Stellar kinematics provides the key to understanding the formation process and dynamical evolution of stellar systems .
Here , we present a kinematic study of the massive star-forming region W4 in the Cassiopeia OB6 association using the Gaia Data Release 2 and high-resolution optical spectra .
This star-forming region is composed of a core cluster ( IC 1805 ) and a stellar population distributed over 20 pc , which is a typical structural feature found in many OB associations .
According to a classical model , this structural feature can be understood in the context of the dynamical evolution of a star cluster .
The core-extended structure exhibits internally different kinematic properties .
Stars in the core have an almost isotropic motion , and they appear to reach virial equilibrium given their velocity dispersion ( 0.9 \pm 0.3 km s ^ { -1 } ) comparable to that in a virial state ( \sim 0.8 km s ^ { -1 } ) .
On the other hand , the distributed population shows a clear pattern of radial expansion .

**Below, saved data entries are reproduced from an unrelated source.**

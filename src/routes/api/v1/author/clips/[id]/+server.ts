// GET a clip's state while it is prepared (status, progress, error); DELETE removes it with its files. Authors only.
import { json } from '@sveltejs/kit';
import { checkApiAccess } from '$lib/server/guards';
import { clipState, deleteClip } from '$lib/server/clips/author';
import { isClipId } from '$lib/server/clips/keys';
import type { RequestHandler } from './$types';

const missing = () => json({ error: 'not-found', message: 'There is no such clip.' }, { status: 404 });

export const GET: RequestHandler = async ({ locals, params }) => {
	const access = checkApiAccess(locals, 'author');
	if (!access.ok) return access.response;
	const state = isClipId(params.id) ? await clipState(params.id) : null;
	return state ? json(state, { headers: { 'cache-control': 'no-store' } }) : missing();
};

export const DELETE: RequestHandler = async ({ locals, params }) => {
	const access = checkApiAccess(locals, 'author');
	if (!access.ok) return access.response;
	return isClipId(params.id) && (await deleteClip(params.id)) ? new Response(null, { status: 204 }) : missing();
};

From the N -body simulation for the dynamical evolution of a model cluster in subvirial state , we reproduce the observed structure and kinematics of stars .
This model cluster experiences collapse for the first 2 Myr .
Some members begin to radially escape from the cluster after the initial collapse , eventually forming a distributed population .
The internal structure and kinematics of the model cluster appear similar to those of W4 .
Our results support the idea that the stellar population distributed over 20 pc in W4 originate from the dynamical evolution of IC 1805 .